Land. Land yields life. All living creatures depend on the land. No land, no life. We fight wars to determine who has the right to dwell on and drill or dig into the land. We harvest natural resources for shelter, food, and fuel. We go to court to determine whose rights will prevail in property disputes.
Our modern ways of managing the land are based on assumptions imported to this continent by early European colonists. We need to reconsider these assumptions. Two cultures, with two drastically different understandings about land, started clashing the day Christopher Columbus first sighted land on his epic 1492 voyage. The conflicts continue to the present day.
Doctrine of Christian Discovery
Ever hear of the Doctrine of Christian Discovery? It is a series of documents from the 1400s when European monarchs raced to claim territories far removed from their thrones. It began in 1452 when Pope Nicholas V issued a Papal Bull stating European monarchs had the right to “discover” and claim new land for the Church anywhere not yet occupied by Christians. It essentially declared war against all non-Christian areas, authorizing the conquest of those nations and territories.
The doctrine evolved from the eleventh through thirteenth centuries Crusades and efforts to claim control of the Holy Land. The Church’s Doctrine of Christian Discovery authorized Christian monarchs to claim and conquer other lands, enslaving people already living there. According to this doctrine, if Christians weren’t living in an area it was unoccupied.
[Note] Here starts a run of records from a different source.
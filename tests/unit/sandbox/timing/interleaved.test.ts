import { describe, expect, it } from 'vitest';
import { flopCount } from '@sandbox/timing/flops.ts';
import { runInterleavedTiming, type TimingProgress } from '@sandbox/timing/interleaved.ts';
import { DEFAULT_BLOCKS } from '@sandbox/timing/rounds.ts';
import type { FreshKernels, TimedCall, TimedKernel } from '@sandbox/timing/timed-kernel.ts';
import { seededNormal } from '@tests/helpers/seeded-random.ts';

/** A fake input: which size and which makeInput call produced it. */
interface FakeInput {
  n: number;
  serial: number;
}

interface LoggedCall {
  kernel: string;
  input: FakeInput;
}

/** A fake kernel that records its calls in a shared log and answers from a script (no real timing). */
function fakeKernel(
  name: string,
  log: LoggedCall[],
  script: (call: number, input: FakeInput) => TimedCall,
): TimedKernel<FakeInput> {
  let calls = 0;
  return {
    time(input) {
      log.push({ kernel: name, input });
      return Promise.resolve(script(calls++, input));
    },
  };
}

function inputMaker() {
  let serial = 0;
  return (n: number): FakeInput => ({ n, serial: serial++ });
}

const constant = (ms: number) => (): TimedCall => ({ ok: true, ms });

describe('runInterleavedTiming: call order and warm-up', () => {
  it('warms up, then alternates the order round by round, on a fresh input per call', async () => {
    const log: LoggedCall[] = [];
    const results = await runInterleavedTiming({
      sizes: [4],
      routine: 'cholesky',
      candidate: fakeKernel('C', log, constant(1)),
      incumbent: fakeKernel('I', log, constant(1)),
      makeInput: inputMaker(),
      blocks: 1,
      budgetMs: 0,
      warmup: 3,
      minRounds: 5,
      maxRounds: 5,
    });
    // 3 warm-up passes and 5 rounds; candidate first on even (0-based) passes.
    const order = log.map((c) => c.kernel).join('');
    expect(order).toBe('CI' + 'IC' + 'CI' + 'CI' + 'IC' + 'CI' + 'IC' + 'CI');
    expect(results[0]!.rounds).toBe(5);
    expect(new Set(log.map((c) => c.input)).size).toBe(log.length); // never the same object twice
    expect(log.every((c) => c.input.n === 4)).toBe(true);
  });

  it('chooses the warm-up count from the first call when none is given', async () => {
    const log: LoggedCall[] = [];
    // A first call of 50 ms → ⌈100/50⌉ = 2 → raised to the minimum of 5 warm-up calls.
    await runInterleavedTiming({
      sizes: [8],
      routine: 'ldlt',
      candidate: fakeKernel('C', log, (k) => ({ ok: true, ms: k === 0 ? 50 : 2 })),
      makeInput: inputMaker(),
      blocks: 1,
      budgetMs: 0,
      minRounds: 11,
      maxRounds: 11,
    });
    expect(log.length).toBe(5 + 11);
  });

  it('chooses rounds per block and size from the budget and the last warm-up times', async () => {
    const log: LoggedCall[] = [];
    const results = await runInterleavedTiming({
      sizes: [2, 3],
      routine: 'lu-partial-pivoting',
      candidate: fakeKernel('C', log, constant(1)),
      incumbent: fakeKernel('I', log, constant(1)),
      makeInput: inputMaker(),
      blocks: 2,
      budgetMs: 60, // per size, 30 per block; 2 ms per round → 15 rounds per block
      warmup: 2,
    });
    expect(results.map((r) => r.rounds)).toEqual([30, 30]);
    expect(results.map((r) => r.roundsPerBlock)).toEqual([
      [15, 15],
      [15, 15],
    ]);
    expect(log.filter((c) => c.input.n === 3 && c.kernel === 'I').length).toBe(2 * (2 + 15));
    // Every call took 1 ms: the time inside calls counts warm-up and rounds of both kernels.
    for (const [i, n] of [2, 3].entries()) {
      expect(results[i]!.callMs).toBe(log.filter((c) => c.input.n === n).length);
    }
    expect(results[1]!.callMs).toBe(2 * 2 * (2 + 15));
  });
  it('plans rounds from the fastest warm-up calls, so one delayed call does not cut them', async () => {
    // Candidate warm-up calls 30 ms (first), 1 ms, 9 ms (delayed); incumbent 1 ms each. A round
    // costs 1 + 1 = 2 ms, so a budget of 20 ms buys 10 rounds (the last call would give 2).
    const [size] = await runInterleavedTiming({
      sizes: [4],
      routine: 'cholesky',
      candidate: fakeKernel('C', [], (k) => ({ ok: true, ms: [30, 1, 9][k] ?? 1 })),
      incumbent: fakeKernel('I', [], constant(1)),
      makeInput: inputMaker(),
      blocks: 1,
      budgetMs: 20,
      warmup: 3,
    });
    expect(size!.rounds).toBe(10);
  });
});

describe('runInterleavedTiming: results', () => {
  it('finds a planted 20 % slowdown and reports GFLOP/s at the median time', async () => {
    const z = seededNormal(99);
    const results = await runInterleavedTiming({
      sizes: [16],
      routine: 'lu-partial-pivoting',
      candidate: fakeKernel('C', [], () => ({ ok: true, ms: 1.2 * Math.exp(0.02 * z()) })),
      incumbent: fakeKernel('I', [], () => ({ ok: true, ms: Math.exp(0.02 * z()) })),
      makeInput: inputMaker(),
      budgetMs: 0,
      warmup: 2,
      minRounds: 31,
      maxRounds: 31,
    });
    const size = results[0]!;
    expect(size.verdict).toBe('slower');
    expect(size.ci95![0]).toBeGreaterThan(1);
    expect(size.flags).toEqual([]);
    const expectedGflops =
      flopCount('lu-partial-pivoting', 16, 16) / (size.candidate!.medianMs * 1e6);
    expect(size.candidate!.gflops).toBeCloseTo(expectedGflops, 12);
  });

  it('times the candidate alone when there is no incumbent', async () => {
    const log: LoggedCall[] = [];
    const [size] = await runInterleavedTiming({
      sizes: [5],
      routine: 'householder-qr',
      rows: (n) => 2 * n,
      candidate: fakeKernel('C', log, constant(0.5)),
      makeInput: inputMaker(),
      budgetMs: 0,
      warmup: 1,
    });
    expect(log.every((c) => c.kernel === 'C')).toBe(true);
    // Budget 0: the minimum of one round in each of the default blocks.
    expect(size).toMatchObject({
      incumbent: null,
      ratio: null,
      ci95: null,
      verdict: null,
      rounds: DEFAULT_BLOCKS,
      blocks: DEFAULT_BLOCKS,
      blockRatios: [],
    });
    expect(size!.candidate!.gflops).toBeCloseTo(flopCount('householder-qr', 10, 5) / 0.5e6, 12);
  });

  it('flags a kernel stuck slow after a fast warm-up', async () => {
    const [size] = await runInterleavedTiming({
      sizes: [6],
      routine: 'cholesky',
      candidate: fakeKernel('C', [], (k) => ({ ok: true, ms: k < 4 ? 1 : 1.8 })),
      incumbent: fakeKernel('I', [], constant(1)),
      makeInput: inputMaker(),
      blocks: 1,
      budgetMs: 0,
      warmup: 4,
      minRounds: 11,
    });
    expect(size!.flags).toEqual(['candidate-stuck-slow']);
  });

  it('stops a size at a failed call, reports it, and goes on with the next size', async () => {
    const log: LoggedCall[] = [];
    const candidate = fakeKernel('C', log, (k, input) =>
      input.n === 7 && k === 5
        ? { ok: false, status: 'timeout', message: 'over 2 s' }
        : { ok: true, ms: 1 },
    );
    const results = await runInterleavedTiming({
      sizes: [7, 9],
      routine: 'cholesky',
      candidate,
      incumbent: fakeKernel('I', log, constant(1)),
      makeInput: inputMaker(),
      blocks: 1,
      budgetMs: 0,
      warmup: 2,
      minRounds: 11,
    });
    // Candidate calls 0, 1 are warm-up, 2, 3, 4 rounds 0–2; call 5 (round 3) fails.
    expect(results[0]).toMatchObject({
      rounds: 3,
      verdict: null,
      ratio: null,
      flags: ['candidate-failed'],
      failure: { kernel: 'candidate', phase: 'timing', status: 'timeout', message: 'over 2 s' },
    });
    expect(results[1]).toMatchObject({
      n: 9,
      rounds: 11,
      failure: null,
      verdict: 'no clear difference',
    });
  });

  it('reports progress: warm-up, each round, done', async () => {
    const events: TimingProgress[] = [];
    await runInterleavedTiming({
      sizes: [3],
      routine: 'back-substitution',
      candidate: fakeKernel('C', [], constant(1)),
      makeInput: inputMaker(),
      blocks: 1,
      budgetMs: 0,
      warmup: 1,
      minRounds: 11,
      onProgress: (p) => events.push(p),
    });
    expect(events.map((e) => e.phase)).toEqual(['warm-up', ...Array(11).fill('timing'), 'done']);
    expect(events.at(-1)).toMatchObject({
      block: 0,
      blockCount: 1,
      sizeIndex: 0,
      sizeCount: 1,
      n: 3,
      round: 11,
      rounds: 11,
    });
  });

  it('rejects bad options before timing anything', async () => {
    const log: LoggedCall[] = [];
    const base = {
      sizes: [3],
      routine: 'cholesky' as const,
      candidate: fakeKernel('C', log, constant(1)),
      makeInput: inputMaker(),
      budgetMs: 10,
    };
    await expect(runInterleavedTiming({ ...base, sizes: [] })).rejects.toThrow(/sizes/);
    await expect(runInterleavedTiming({ ...base, warmup: 0 })).rejects.toThrow(/warmup/);
    await expect(runInterleavedTiming({ ...base, blocks: 0 })).rejects.toThrow(/blocks/);
    await expect(runInterleavedTiming({ ...base, margin: -1 })).rejects.toThrow(/margin/);
    await expect(runInterleavedTiming({ ...base, budgetMs: NaN })).rejects.toThrow(/budgetMs/);
    expect(log).toEqual([]);
    const zero = fakeKernel('Z', [], constant(0));
    await expect(runInterleavedTiming({ ...base, candidate: zero })).rejects.toThrow(/positive/);
  });
});

/** Fresh fake kernels: each fresh() is a new "isolate" that logs its calls under its own name. */
function freshFakes(
  side: string,
  events: string[],
  log: LoggedCall[],
  script: (isolate: number, call: number, input: FakeInput) => TimedCall,
  failToStart: (isolate: number) => boolean = () => false,
): FreshKernels<FakeInput> {
  let started = 0;
  return {
    fresh() {
      const isolate = started++;
      if (failToStart(isolate)) {
        events.push(`fail ${side}${isolate}`);
        return Promise.resolve({ ok: false, status: 'out-of-memory', message: 'no room' });
      }
      events.push(`open ${side}${isolate}`);
      const kernel = fakeKernel(`${side}${isolate}`, log, (call, input) =>
        script(isolate, call, input),
      );
      return Promise.resolve({
        ok: true,
        kernel: { ...kernel, dispose: () => events.push(`dispose ${side}${isolate}`) },
      });
    },
  };
}

describe('runInterleavedTiming: blocks of fresh kernels', () => {
  it('opens a fresh pair per block in alternating order, times every size in it, disposes it', async () => {
    const events: string[] = [];
    const log: LoggedCall[] = [];
    const results = await runInterleavedTiming({
      sizes: [4, 8],
      routine: 'lu-partial-pivoting',
      candidate: freshFakes('C', events, log, () => ({ ok: true, ms: 1 })),
      incumbent: freshFakes('I', events, log, () => ({ ok: true, ms: 1 })),
      makeInput: inputMaker(),
      blocks: 3,
      budgetMs: 0,
      warmup: 1,
      minRounds: 2,
      maxRounds: 2,
    });
    expect(events).toEqual([
      ...['open C0', 'open I0', 'dispose C0', 'dispose I0'],
      ...['open I1', 'open C1', 'dispose I1', 'dispose C1'],
      ...['open C2', 'open I2', 'dispose C2', 'dispose I2'],
    ]);
    // Block b: size 4 then size 8, each one warm-up pass and two rounds; the warm-up pass and
    // round 0 take the order of pass b, round 1 the order of pass b + 1 (candidate first on even).
    const order = (pass: number, b: number) =>
      pass % 2 === 0 ? [`C${b}`, `I${b}`] : [`I${b}`, `C${b}`];
    const expected: string[] = [];
    for (let b = 0; b < 3; b++) {
      for (const n of [4, 8]) {
        for (const pass of [b, b, b + 1]) expected.push(...order(pass, b).map((k) => `${k}:${n}`));
      }
    }
    expect(log.map((c) => `${c.kernel}:${c.input.n}`)).toEqual(expected);
    expect(results.map((r) => [r.blocks, r.rounds, r.roundsPerBlock])).toEqual([
      [3, 6, [2, 2, 2]],
      [3, 6, [2, 2, 2]],
    ]);
  });

  it('warms a fresh isolate fully and an already warm one briefly', async () => {
    const log: LoggedCall[] = [];
    // Every call 4 ms: a fresh isolate gets ⌈100/4⌉ = 25 warm-up calls (chooseWarmup), the
    // second size in the same isolates ⌈20/4⌉ = 5 (chooseWarmupInWarmIsolate).
    await runInterleavedTiming({
      sizes: [4, 8],
      routine: 'cholesky',
      candidate: freshFakes('C', [], log, () => ({ ok: true, ms: 4 })),
      makeInput: inputMaker(),
      blocks: 2,
      budgetMs: 0,
      minRounds: 1,
      maxRounds: 1,
    });
    const count = (name: string, n: number) =>
      log.filter((c) => c.kernel === name && c.input.n === n).length;
    expect([count('C0', 4), count('C0', 8), count('C1', 4), count('C1', 8)]).toEqual([
      25 + 1,
      5 + 1,
      25 + 1,
      5 + 1,
    ]);
  });

  it('reports a failure in a later block for that size only, and times the other size on', async () => {
    const events: string[] = [];
    const log: LoggedCall[] = [];
    const results = await runInterleavedTiming({
      sizes: [5, 7],
      routine: 'cholesky',
      // The candidate's isolate of block 3 times out on its third call at n = 7.
      candidate: freshFakes('C', events, log, (isolate, call, input) =>
        isolate === 3 && input.n === 7 && call === 4
          ? { ok: false, status: 'timeout', message: 'over 10 s' }
          : { ok: true, ms: 1 },
      ),
      incumbent: freshFakes('I', events, log, () => ({ ok: true, ms: 1 })),
      makeInput: inputMaker(),
      blocks: 8,
      budgetMs: 0,
      warmup: 1,
      minRounds: 2,
      maxRounds: 2,
    });
    // Block 3's candidate: calls 0–2 at n = 5 (warm-up, two rounds), 3 warm-up at n = 7, 4 fails.
    expect(results[1]).toMatchObject({
      rounds: 3 * 2,
      blocks: 3,
      verdict: null,
      ratio: null,
      flags: ['candidate-failed'],
      failure: { kernel: 'candidate', phase: 'timing', status: 'timeout', block: 3 },
    });
    expect(results[0]).toMatchObject({ blocks: 8, rounds: 16, failure: null, flags: [] });
    expect(results[0]!.verdict).toBe('no clear difference');
    // No later block times n = 7, and every opened kernel was disposed.
    expect(log.filter((c) => c.kernel === 'C5' && c.input.n === 7)).toEqual([]);
    const opened = events.filter((e) => e.startsWith('open')).map((e) => e.slice(5));
    const disposed = events.filter((e) => e.startsWith('dispose')).map((e) => e.slice(8));
    expect(disposed.sort()).toEqual(opened.sort());
    expect(opened).toHaveLength(16);
  });

  it('reports a fresh kernel that does not start as a failure of every size, not a throw', async () => {
    const events: string[] = [];
    const results = await runInterleavedTiming({
      sizes: [5, 7],
      routine: 'cholesky',
      candidate: freshFakes('C', events, [], () => ({ ok: true, ms: 1 })),
      incumbent: freshFakes(
        'I',
        events,
        [],
        () => ({ ok: true, ms: 1 }),
        (isolate) => isolate === 2,
      ),
      makeInput: inputMaker(),
      blocks: 8,
      budgetMs: 0,
      warmup: 1,
    });
    for (const size of results) {
      expect(size).toMatchObject({
        blocks: 2,
        verdict: null,
        flags: ['incumbent-failed'],
        failure: { kernel: 'incumbent', phase: 'warm-up', status: 'out-of-memory', block: 2 },
      });
    }
    // Block 2 opens the candidate first (even block) and frees it; no block after it starts.
    expect(events.slice(-3)).toEqual(['open C2', 'fail I2', 'dispose C2']);
  });
});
In the fifteenth and sixteenth centuries, the Church arbitrated land claims among Christian monarchs, providing religious and legal grounds to seize and occupy foreign lands, labeling Indigenous people “savages, heathens and infidels.”
Long Chain of Events
That doctrine set in motion a tragic chain of events still playing out today. Modern land disputes are a continuation of earlier cultural clashes. The North American Indigenous people considered land a community resource, available to all, for the benefit of all. The new immigrants operated under the principle of the Doctrine of Christian Discovery. I suppose they thought they were being gracious by offering to trade with Indigenous people as opposed to simply killing them or enslaving them, though history documents generous quantities of that as well as trade deals.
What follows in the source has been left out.